Where does "function" appear in the data? Return each line that holds it.

Start of RECORD SET

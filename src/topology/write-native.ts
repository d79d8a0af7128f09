// A Topology written in our own format, as JSON (.net.json) or YAML (.net.yaml), for conversion
// and for gating designs that were built in code. Everything netbrace models is written: ids,
// labels, kinds, coordinates, hardened flags, lengths, latencies, capacities, weights, risk
// groups, demands, the latency budget, the network's name and description, its metadata, and
// every other attribute of a node or link under `attributes:`; reading the text back gives the
// same Topology (but for source positions).

import { Document, isMap, isPair, isScalar, isSeq, visit } from 'yaml';
import type { Topology } from './model.js';

/** Our format as a plain document (stable key order). */
export function nativeDocument(t: Topology): Record<string, unknown> {
  const doc: Record<string, unknown> = {};
  if (t.name !== undefined || t.description !== undefined) {
    doc.network = {
      ...(t.name !== undefined ? { name: t.name } : {}),
      ...(t.description !== undefined ? { description: t.description } : {}),
    };
  }
  if (t.latencyBudget !== undefined) doc.latency_budget = t.latencyBudget;
  doc.nodes = t.nodes.map((n) => ({
    id: n.id,
    ...(n.label !== undefined ? { label: n.label } : {}),
    ...(n.kind !== undefined ? { kind: n.kind } : {}),
    ...(n.lat !== undefined && n.lon !== undefined ? { site: { lat: n.lat, lon: n.lon } } : {}),
    ...(n.hardened ? { hardened: true } : {}),
    ...(Object.keys(n.attrs).length > 0 ? { attributes: n.attrs } : {}),
  }));
  doc.links = t.links.map((l) => ({
    between: [l.source, l.target],
    id: l.id,
    ...(l.length !== undefined ? { length_km: l.length } : {}),
    ...(l.latency !== undefined ? { latency_ms: l.latency } : {}),
    ...(l.capacity !== undefined ? { capacity_gbps: l.capacity } : {}),
    ...(l.weight !== undefined ? { weight: l.weight } : {}),
    ...(l.riskGroups.length > 0 ? { risk_groups: [...l.riskGroups] } : {}),
    ...(l.hardened ? { hardened: true } : {}),
    ...(Object.keys(l.attrs).length > 0 ? { attributes: l.attrs } : {}),
  }));
  if (t.riskGroups.length > 0)
    doc.risk_groups = t.riskGroups.map((r) => ({
      id: r.id,
      ...(r.description !== undefined ? { description: r.description } : {}),
    }));
  if (t.demands.length > 0) doc.demands = t.demands.map((d) => ({ between: [d.source, d.target], volume: d.volume }));
  if (Object.keys(t.metadata).length > 0) doc.metadata = t.metadata;
  return doc;
}

/** Our format as a JSON document (two-space indent, final newline). */
export function writeNativeJson(t: Topology): string {
  return `${JSON.stringify(nativeDocument(t), null, 2)}\n`;
}

/**
 * Our format as YAML: block style, with short lists of plain values (ends, risk groups,
 * positions) and sites written on one line, so that one element reads as a few lines.
 */
export function writeNativeYaml(t: Topology, comment?: string): string {
  const doc = new Document(nativeDocument(t));
  visit(doc, {
    Pair(_, pair) {
      if (isPair(pair) && isScalar(pair.key) && pair.key.value === 'site' && isMap(pair.value)) pair.value.flow = true;
    },
    Seq(_, seq) {
      if (
        seq.items.length <= 16 &&
        seq.items.every((i) => isScalar(i) || (isSeq(i) && i.items.every((j) => isScalar(j))))
      )
        seq.flow = true;
    },
  });
  if (comment !== undefined)
    doc.commentBefore = comment
      .split('\n')
      .map((s) => ` ${s}`)
      .join('\n');
  return doc.toString({ lineWidth: 0, flowCollectionPadding: false });
}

End of RECORD SET

- SOLUTION BELOW
export function nativeDocument(t: Topology): Record<string, unknown> {
export function writeNativeJson(t: Topology): string {
export function writeNativeYaml(t: Topology, comment?: string): string {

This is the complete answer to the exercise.